# just seen my specialist and i am more confused than ever



## Lolly2 (Oct 5, 2006)

hiya i really hope some of u guys can help me as i have just come home from the hospital and i am so confused. the woman was foreign and she just reeled off all this info to me, gave me a load of forms and sent me on my way   she has told me that there is no point of having any more clomid, which i am strangley upset about, so i am on no medication at all for at least 3 months which means at least another 3 months with no bun in the oven    anyway here is what she told me....
dp has got to do a sperm test, she gave me a pot with some clear liquid in it, when i asked her if i had to empty it out she didn't answer me, she said there is no rush as she doubt's i will get an appointment for the next few months but then said, don't wait too long - WHAT   
then she said that i have to wait until after my next period and then book a hysterolpsalph... something or other - is this is a lap & dye??
then she said that i need to have another day 21 prog test but not until the clomid is out my system so is that next cycle??
then she said i have to have another fsh level test on day 2 - 6 of my cycle - is this the one after the day 21 blood test??
at the moment i have seen the receptionist who will said they will contact me with an appointment for hyster thingy, but i am assuming i may have to re-arrange this depending on my next period?? 
shall i call the hospital tommorrow and ask them this?? also should i have made an appointment for 3 months time as well, bearing in mind i think their waiting list is so long. sorry for the bombardment of questions but the woman was no help at all and i trust u guys much more


----------



## Lolly2 (Oct 5, 2006)

spoke to dp and he says we could go and see our gp if we are not clear about stuff, i think i am gonna ring the hospital tommorrow when i have slept on it and my head will be a bit clearer, i just felt so deflated as i went on my own and she barked at me that it takes 2 to have a baby and why wasn't my partner with me? also i was expecting to just be given a stronger drug and was told i am having nothing until they have done all the tests which shocked me, but as you say i suppose they need to see what my body does without drugs to see whats wrong. what is more annoying is that i have to have all my blood tests again as apparently they cannot use the ones from my gp, i feel like i have had more pricks than a second hand dartboard   i just wish she had at least told me the order that i need to have the tests in, she was such a cow. how are u doin anyway?


----------



## b3ndy (Sep 13, 2005)

Hi Lolly

sorry to hear you've had such a miserable appointment today....sounds like that consultant was a particularly horrible piece of work.

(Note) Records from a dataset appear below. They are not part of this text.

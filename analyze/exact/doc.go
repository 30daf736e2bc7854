// Package exact is the exact algebra under every answer: polynomials and
// rational functions in s over the rational numbers, determinants and
// adjugate entries of sparse pencils G + s·C, greatest common divisors,
// square-free factors, real roots and certified complex ones.
//
// Nothing here rounds silently. Where a method works modulo primes, the
// number of primes comes from a proved bound on the coefficients, so the
// result is the integer polynomial itself; the one statement made with a
// probability, that a pencil is singular for every s, is wrong with less
// than 2^-100. Enclosures (EvalBall and its relatives, roots) are balls and
// discs that contain the exact value.
//
// The package knows nothing of networks or of the notation: it is handed a
// pencil and gives back polynomials. It does no input or output and keeps no
// state between calls besides tables of primes.
//
// From the bottom up:
//
//	poly*.go       Poly: polynomials over ℚ, arithmetic, evaluation
//	gcd.go         greatest common divisors by modular images
//	squarefree.go  square-free factorisation
//	isolate*.go    real roots: counting, isolating, refining, signs
//	roots*.go      all roots with proved radii
//	ratio.go       Ratio: reduced rational functions
//
//	mod*.go        arithmetic modulo 61-bit primes
//	kernels.go     the same on vectors of evaluation points
//	transform.go   interpolation on roots of unity
//	reconstruct.go integers from residues
//
//	pencil.go      Pencil: building
//	scale*.go      its integer form with short numbers
//	structure.go   its pieces: block triangular form
//	kernel.go      which equations and unknowns are at fault
//	prepare.go     Prepared: a pencil ready for questions
//	questions.go   the questions: numerators, responses
//	solve.go       exact solutions at a point
//	system.go      the pieces that a question meets, with proved bounds
//	choose.go      which method serves a system
//	engine.go      evaluation modulo primes, with
//	  order.go, symmetric.go   the order of elimination,
//	  program.go, machine.go   elimination as a list of operations
//	frontier*.go   the frontier recurrence for chain-like systems
package exact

anyhow - from what I can gather the hsg is not a lap and dye it's actually a special xray that the docs do internally to see if your tubes are blocked....you normally take a couple of painkillers an hour or so before hand and then sit with legs akimbo whilst they insert a dye inside you and see how long it takes for the dye to spill out....this has to be done at a certain time in your cycle and you are advised NOT to get down to any nooky beforehand as they wouldn't be able to carry the examination out if you were preggers (which made me laugh when I was told this - afterall if we were preggers we wouldn't be needing the darn x-ray in the first place) As for booking the appt i would see when your af starts and ring them as soon as the witch makes an appearance because as I said, it has to be done at a certain time in your cycle.

as for the blood tests if she wants you to have a cd21 test after the clomid is out of your system in can stay in there for a bit so I would wait until after your next af and then get it done.
I don't think it matters if you do the cd2 test next month or the month after (this test is to see your fsh and lh levels and has to be done around this time before you enter mid cycle...the latest I was told I should have it done - by 3 diff docs - was cd3)

With regards to the pot your other half was given for his SA....my dh was told the pot had to be COMPLETELY free of any dirt or liquid before he did his stuff....in fact he was given a pot during our last appt and it had a speck of dust in it and he was given another one. I wouldn't think it matters when he does his test in terms of when you get your next appt with the consultant, just as long as it gets done a good few weeks before so they have the results back in time....though remember you're meant to abstain from nooky for at least 3 days before he does it...and it has to get to the dept where they test in within and HOUR of the sample being done.

It does make me   when so called intelligent people treat their patients with such disrespect and distain...she'll get her come uppance one day!! 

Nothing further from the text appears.